L’azzurro visto a Londra è molto sbiadito: una sola medaglia per l’Italia ai mondiali di atletica, il bilancio è disastroso ma c’è chi riesce a sorridere

Una medaglia è sempre meglio di zero: difficile contestare il valore aritmetico di questa affermazione e da tale punto di vista i mondiali di atletica di Londra 2017 sono stati senza dubbio migliori per l’Italia rispetto a quelli di Pechino 2015. In Cina non arrivò neppure una medaglia – e l’atletica leggera azzurra è rimasta a secco pure ai Giochi di Rio – mentre dalla capitale britannica siamo tornati a casa con il bronzo di Antonella Palmisano, conquistato in extremis nella 20 chilometri di marcia nell’ultimo giorno di gare.

È anche vero che quella medaglia avrebbe potuto essere di un metallo più pregiato, ma ora come ora pure il bronzo ha il sapore di una grande conquista vista la penuria di medaglie a cui ci siamo abituati nelle recenti manifestazioni internazionali. L’ultimo oro risale addirittura al 2003, quando Giuseppe Gibilisco vinse la gara di salto con l’asta, dopodiché solo argenti e bronzi. Ma a preoccupare di più è lo stallo del nostro movimento: da diversi anni ci siamo adagiati e non riusciamo più a risalire posizioni nei vari medaglieri.

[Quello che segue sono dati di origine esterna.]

describe('silence check and outages', () => {
  const ctx = useApi({ now: clock.now });
  const interval = 60;

  async function reportingNode() {
    const node = await buildNode();
    await Node.update({ reportIntervalS: interval }, { where: { id: node.id } });
    const token = await tokenFor(ctx, node.id);
    return { node, token };
  }

  it('marks a node offline after three missed intervals, opens an outage, and closes it on recovery', async () => {
    clock.set('2026-06-02T08:00:00Z');
    await runSilenceCheck(ctx.sequelize, ctx.config, clock.now(), 1000); // starts watching
    const { node, token } = await reportingNode();
    await post(ctx, token, report(1));
    clock.advance(1);
    await runSilenceCheck(ctx.sequelize, ctx.config, clock.now(), 1000);
    clock.advance(interval * 3 - 2);
    await runSilenceCheck(ctx.sequelize, ctx.config, clock.now(), 1_000_000);
    expect((await Node.findByPk(node.id))!.state).toBe('online');
    clock.advance(2);
    const run = await runSilenceCheck(ctx.sequelize, ctx.config, clock.now(), 1_000_000);
    expect(run.silenced).toBeGreaterThanOrEqual(1);
    expect((await Node.findByPk(node.id))!.state).toBe('offline');
    const [outage] = await ctx.sequelize.query<{ id: number; started_at: Date; ended_at: Date | null }>(
      'SELECT id, started_at, ended_at FROM outages WHERE node_id = $1',
      { bind: [node.id], type: QueryTypes.SELECT },
    );
    expect(outage.ended_at).toBeNull();
    expect(new Date(outage.started_at).toISOString()).toBe('2026-06-02T08:01:00.000Z'); // the first missed report

    clock.advance(600);
    await post(ctx, token, report(2));
    expect((await Node.findByPk(node.id))!.state).toBe('online');
    const [closed] = await ctx.sequelize.query<{ ended_at: Date }>('SELECT ended_at FROM outages WHERE id = $1', {
      bind: [outage.id],
      type: QueryTypes.SELECT,
    });
    expect(new Date(closed.ended_at).getTime()).toBe(clock.now().getTime());
    const transitions = await ctx.sequelize.query<{ from_state: string; to_state: string }>(
      'SELECT from_state, to_state FROM node_transitions WHERE node_id = $1 ORDER BY id',
      { bind: [node.id], type: QueryTypes.SELECT },
    );
    expect(transitions.map((t) => `${t.from_state}>${t.to_state}`)).toEqual(['unknown>online', 'online>offline', 'offline>online']);
  });

  it('after Parapet itself was down, waits one full window before declaring nodes offline', async () => {
    clock.set('2026-06-03T08:00:00Z');
    await runSilenceCheck(ctx.sequelize, ctx.config, clock.now(), 1000);
    const { node, token } = await reportingNode();
    await post(ctx, token, report(1));
    // Parapet is down for an hour: no checks run.
    clock.advance(3600);
    const first = await runSilenceCheck(ctx.sequelize, ctx.config, clock.now(), 1000);
    expect(first.resumed).toBe(true);
    expect((await Node.findByPk(node.id))!.state).toBe('online');
    clock.advance(interval * 3 - 1);
    await runSilenceCheck(ctx.sequelize, ctx.config, clock.now(), 1_000_000);
    expect((await Node.findByPk(node.id))!.state).toBe('online');
    clock.advance(1);
    await runSilenceCheck(ctx.sequelize, ctx.config, clock.now(), 1_000_000);
    expect((await Node.findByPk(node.id))!.state).toBe('offline');
  });

  it('runs the check in one process at a time (advisory lock)', async () => {
    const results = await Promise.all([1, 2, 3].map(() => runSilenceCheck(ctx.sequelize, ctx.config, clock.now(), 1_000_000)));
    expect(results.filter((r) => r.leader).length).toBeGreaterThanOrEqual(1);
    // Whoever ran, no node got two open outages (a unique index allows one).
    const [row] = await ctx.sequelize.query<{ n: string }>(
      'SELECT count(*) AS n FROM (SELECT node_id FROM outages WHERE ended_at IS NULL GROUP BY node_id HAVING count(*) > 1) x',
      { type: QueryTypes.SELECT },
    );
    expect(Number(row.n)).toBe(0);
  });
});
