import { siteCreateSchema, siteUpdateSchema, type SiteDto } from '../../../../shared/schemas/site';
import { Caution } from '../../../components/caution';
import { FormMessage, SelectField, TextAreaField, TextField, type Option, FormActions } from '../../../components/form-field';
import { toIdOrNull, toNumber, useForm } from '../../../lib/form';
import { useCreateSite, useUpdateSite } from '../api/sites';

interface SiteFormProps {
  site?: SiteDto;
  neighbourhoodOptions: Option[];
  /** People who may host; null when the caller cannot list people, so the host stays as it is. */
  hostOptions: Option[] | null;
  onSaved: (site: SiteDto) => void;
  onCancel: () => void;
}

function initialValues(site?: SiteDto) {
  return {
    name: site?.name ?? '',
    neighbourhoodId: site ? String(site.neighbourhoodId) : '',
    latitude: site ? String(site.latitude) : '',
    longitude: site ? String(site.longitude) : '',
    groundElevationM: site ? String(site.groundElevationM) : '',
    antennaHeightM: site ? String(site.antennaHeightM) : '',
    accessNotes: site?.accessNotes ?? '',
    hostUserId: site?.hostUserId ? String(site.hostUserId) : '',
  };
}

export function SiteForm({ site, neighbourhoodOptions, hostOptions, onSaved, onCancel }: SiteFormProps) {
  const form = useForm(initialValues(site));
  const create = useCreateSite();
  const update = useUpdateSite(site?.id ?? 0);
  const saving = create.isPending || update.isPending;
  const { values, errors, set } = form;

  function submit() {
    const input = {
      name: values.name,
      neighbourhoodId: toNumber(values.neighbourhoodId),
      latitude: toNumber(values.latitude),
      longitude: toNumber(values.longitude),
      groundElevationM: toNumber(values.groundElevationM),
      antennaHeightM: toNumber(values.antennaHeightM),
      accessNotes: values.accessNotes,
      ...(hostOptions ? { hostUserId: toIdOrNull(values.hostUserId) } : {}),
    };
    if (site) {
      const parsed = form.check(siteUpdateSchema, input);
      if (parsed) update.mutate(parsed, { onSuccess: onSaved, onError: form.showServerError });
    } else {
      const parsed = form.check(siteCreateSchema, input);
      if (parsed) create.mutate(parsed, { onSuccess: onSaved, onError: form.showServerError });
    }
  }

  return (
    <form
      noValidate
      aria-label={site ? `Edit ${site.name}` : 'New site'}
      className="space-y-4 rounded-lg border border-line bg-surface p-4"
      onSubmit={(event) => {
        event.preventDefault();
        submit();
      }}
    >
      <Caution>Roof access and mast work are dangerous. Follow local codes and licensed practice, and never work at height alone.</Caution>
      <FormMessage message={form.formError} />
      <div className="grid gap-4 sm:grid-cols-2">
        <TextField label="Name" value={values.name} onChange={(e) => set('name', e.target.value)} errors={errors.name} />
        <SelectField
          label="Neighbourhood"
          value={values.neighbourhoodId}
          onChange={(e) => set('neighbourhoodId', e.target.value)}
          options={neighbourhoodOptions}
          placeholder="Choose…"
          errors={errors.neighbourhoodId}
        />
        <TextField label="Latitude (°)" inputMode="decimal" value={values.latitude} onChange={(e) => set('latitude', e.target.value)} errors={errors.latitude} hint="WGS84, north positive, e.g. 52.0702" />
        <TextField label="Longitude (°)" inputMode="decimal" value={values.longitude} onChange={(e) => set('longitude', e.target.value)} errors={errors.longitude} hint="WGS84, east positive, e.g. 4.3007" />
        <TextField label="Ground elevation (m)" inputMode="decimal" value={values.groundElevationM} onChange={(e) => set('groundElevationM', e.target.value)} errors={errors.groundElevationM} hint="Above sea level; blank means 0" />
        <TextField label="Antenna height above ground (m)" inputMode="decimal" value={values.antennaHeightM} onChange={(e) => set('antennaHeightM', e.target.value)} errors={errors.antennaHeightM} hint="Blank means 0" />
        {hostOptions ? (
          <SelectField label="Host" value={values.hostUserId} onChange={(e) => set('hostUserId', e.target.value)} options={hostOptions} placeholder="No host" errors={errors.hostUserId} />
        ) : (
          site?.host && <TextField label="Host" value={site.host.name} readOnly hint="Only an admin can change the host." />
        )}
      </div>
      <TextAreaField label="Access notes" value={values.accessNotes} onChange={(e) => set('accessNotes', e.target.value)} errors={errors.accessNotes} hint="How to reach the roof or window: keys, ladders, who to call first." />
      <FormActions label={site ? 'Save changes' : 'Add site'} busy={saving} onCancel={onCancel} />
    </form>
  );
}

Fonte immagine: http://www.lastampa.it/2017/08/13/sport/atletica/finisce-il-digiuno-dellitalia-ai-mondiali-di-atletica-palmisano-bronzo-nella-km-di-marcia-oUDZ63hLrsqdPRBwZ0OcBN/pagina.html

Il bilancio di quest’anno parla di una medaglia e appena due atleti in finale, quindi rapportato alle possibilità il bottino conclusivo può essere considerato addirittura positivo, per certi versi. Il discorso cambia se si pensa a cosa era l’Italia in passato: anche senza scomodare l’edizione d’oro dei mondiali del ’95 a Goteborg – Italia terza nel medagliere con 2 ori e 6 medaglie complessive – sino alla fine degli anni Novanta gli atleti azzurri in grado di lottare per le medaglie erano in numero decisamente superiore rispetto a quanto vediamo oggi.

Solo Antonella Palmisano ha tenuto fede al pronostico: gli altri candidati ad una medaglia hanno toppato, per Gianmarco Tamberi si parlava addirittura di caccia all’oro e ha fallito la qualificazione alla finale, e pure Alessia Trost è rimasta fuori dal lotto dalle migliori, in evidente crisi tecnica. Sono ormai quasi 15 anni che stazioniamo ben oltre la 20esima posizione nel medagliere finale e Londra 2017 non ha fatto eccezione: 38esimi su 43 nazioni complessive. Urge una presa di coscienza da parte della federazione e la riorganizzazione di un movimento che, a parte alcune giovani promesse, sembra incapace di risollevarsi e non può certo accontentarsi di evitare lo zero alla voce medaglie.